··· Data for the task ···
func fitCompress(xs []float64) *fitData {
	fd := &fitData{min: xs[0], max: xs[len(xs)-1], n: float64(len(xs))}
	for i := 0; i < len(xs); {
		j := i + 1
		for j < len(xs) && xs[j] == xs[i] {
			j++
		}
		fd.d = append(fd.d, xs[i]-fd.min)
		fd.w = append(fd.w, float64(j-i))
		i = j
	}
	return fd
}

// fitThin keeps the smallest m/4 distinct values (they decide a threshold)
// and groups the others into about 3m/4 points of equal count, each at the
// weighted mean of its group.
func fitThin(d, w []float64, n float64, m int) ([]float64, []float64) {
	if len(d) <= m {
		return d, w
	}
	keep := m / 4
	td, tw := make([]float64, 0, m+2), make([]float64, 0, m+2)
	td = append(td, d[:keep]...)
	tw = append(tw, w[:keep]...)
	rest := n
	for _, v := range w[:keep] {
		rest -= v
	}
	per := rest / float64(m-keep)
	var sw, swd float64
	for i := keep; i < len(d); i++ {
		sw += w[i]
		swd += w[i] * d[i]
		if sw >= per || i == len(d)-1 {
			td = append(td, swd/sw)
			tw = append(tw, sw)
			sw, swd = 0, 0
		}
	}
	return td, tw
}
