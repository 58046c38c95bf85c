package method

import (
	"fmt"
	"math"
	"math/bits"
)

// Codes of the special-cause checks (our own short names).
const (
	SignalBeyondLimits  = "beyond-limits"              // one point beyond Limit·σ
	SignalTwoOfThree    = "two-of-three-beyond-2sigma" // 2 of 3 in a row beyond 2σ, same side
	SignalFourOfFive    = "four-of-five-beyond-1sigma" // 4 of 5 in a row beyond 1σ, same side
	SignalRunSameSide   = "run-same-side"              // a run on one side of the centre
	SignalTrend         = "trend"                      // steadily rising or falling
	SignalAlternating   = "alternating"                // up and down in turn
	SignalHuggingCentre = "hugging-centre"             // a run within 1σ of the centre
	SignalAvoidCentre   = "avoiding-centre"            // a run beyond 1σ, on both sides
)

// SignalSettings switches the special-cause checks and sets their
// parameters. A zero count or limit takes the published default given
// beside it; DefaultSignalSettings turns every check on.
type SignalSettings struct {
	BeyondLimits bool
	Limit        float64 // default 3 (Shewhart 1931)

	TwoOfThree bool // Western Electric 1956; Nelson 1984
	FourOfFive bool // Western Electric 1956; Nelson 1984

	RunSameSide bool
	SameSideRun int // default 9 (Nelson 1984; Western Electric 1956 used 8)

	Trend    bool
	TrendRun int // points in a row steadily rising or falling; default 6 (Nelson 1984)

	Alternating    bool
	AlternatingRun int // points in a row alternating up and down; default 14 (Nelson 1984)

	HuggingCentre bool
	HuggingRun    int // points in a row within 1σ of the centre; default 15 (Nelson 1984)

	AvoidCentre bool
	AvoidRun    int // points in a row beyond 1σ with both sides present; default 8 (Nelson 1984)
}

// DefaultSignalSettings turns on every check with the published defaults.
func DefaultSignalSettings() SignalSettings {
	return SignalSettings{
		BeyondLimits: true, Limit: 3, TwoOfThree: true, FourOfFive: true,
		RunSameSide: true, SameSideRun: 9, Trend: true, TrendRun: 6,
		Alternating: true, AlternatingRun: 14, HuggingCentre: true, HuggingRun: 15,
		AvoidCentre: true, AvoidRun: 8,
	}
}

// Signal is one special-cause signal: the check's code, the side (+1
// above the centre or rising, −1 below or falling, 0 for checks without a
// side), and the points (0-based) that make it. For the run checks every
// point from First to Last makes the signal and Points is nil; for the
// two-of-three and four-of-five checks Points lists the points beyond the
// zone (First and Last are the first and last of them). Indices returns
// the points in both cases.
type Signal struct {
	Rule        string
	Side        int
	First, Last int
	Points      []int
}

// Indices returns the points that make the signal.
func (s Signal) Indices() []int {
	if s.Points != nil {
		return s.Points
	}
	out := make([]int, 0, s.Last-s.First+1)
	for i := s.First; i <= s.Last; i++ {
		out = append(out, i)
	}
	return out
}

// Signals runs the switched-on checks for special causes on the points x
// plotted against centre with standard deviation sigma: one value for
// every point, or one per point (a mean chart with unequal subgroup sizes
// gives each mean its own σ/√nᵢ). The checks are the zone rules of the
// Western Electric Statistical Quality Control Handbook (1956) and the
// tests of Nelson (1984, J. Quality Technology 16:237), in our own words:
//
//   - beyond-limits: a point more than Limit·σ from the centre.
//   - two-of-three-beyond-2sigma: two of three points in a row more than 2σ
//     from the centre on the same side.
//   - four-of-five-beyond-1sigma: four of five points in a row more than 1σ
//     from the centre on the same side.
//   - run-same-side: SameSideRun or more points in a row strictly on one
//     side of the centre (a point on the centre ends the run).
//   - trend: TrendRun or more points in a row, each higher than the one
//     before (or each lower); an equal neighbour ends it.
//   - alternating: AlternatingRun or more points in a row going up and
//     down in turn.
//   - hugging-centre: HuggingRun or more points in a row less than 1σ from
//     the centre.
//   - avoiding-centre: AvoidRun or more points in a row more than 1σ from
//     the centre, with points on both sides among them.
//
// "More than kσ" is strict: a point exactly on a zone edge is on neither
// side of it. Each run check reports the whole maximal run once; the
// windowed checks report each cluster of overlapping windows once, with
// the points beyond the zone. Comparisons use x − centre against k·σ (no
// division), so σ = 0 is allowed. Signals are returned check by check, in
// order of their first point within each check.
func Signals(x []float64, centre float64, sigma []float64, s SignalSettings) ([]Signal, error) {
	// ScanSignals gives the signals as each is complete, the checks
	// interleaved; they are gathered check by check here, each in the
	// order found (the order of their first points).
	var byRule [ctlRules][]Signal
	err := ScanSignals(x, centre, sigma, s, func(g Signal) {
		k := ctlRuleIndex(g.Rule)
		if g.Points != nil {
			g.Points = append([]int(nil), g.Points...)
		}
		byRule[k] = append(byRule[k], g)
	})
	if err != nil {
		return nil, err
	}
	var out []Signal
	for _, l := range byRule {
		out = append(out, l...)
	}
	return out, nil
}

// ctlRuleOrder lists the checks in the order Signals returns them.
var ctlRuleOrder = [...]string{SignalBeyondLimits, SignalTwoOfThree, SignalFourOfFive, SignalRunSameSide,
	SignalTrend, SignalAlternating, SignalHuggingCentre, SignalAvoidCentre}

const ctlRules = len(ctlRuleOrder)

func ctlRuleIndex(rule string) int {
	for k, r := range ctlRuleOrder {
		if r == rule {
			return k
		}
	}
	return 0
}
···
Start with the line above that contains "down in turn." and end with the line that contains "var byRule [ctlRules][]Signal". Write out those lines exactly, and only those.

//     down in turn.
//   - hugging-centre: HuggingRun or more points in a row less than 1σ from
//     the centre.
//   - avoiding-centre: AvoidRun or more points in a row more than 1σ from
//     the centre, with points on both sides among them.
//
// "More than kσ" is strict: a point exactly on a zone edge is on neither
// side of it. Each run check reports the whole maximal run once; the
// windowed checks report each cluster of overlapping windows once, with
// the points beyond the zone. Comparisons use x − centre against k·σ (no
// division), so σ = 0 is allowed. Signals are returned check by check, in
// order of their first point within each check.
func Signals(x []float64, centre float64, sigma []float64, s SignalSettings) ([]Signal, error) {
	// ScanSignals gives the signals as each is complete, the checks
	// interleaved; they are gathered check by check here, each in the
	// order found (the order of their first points).
	var byRule [ctlRules][]Signal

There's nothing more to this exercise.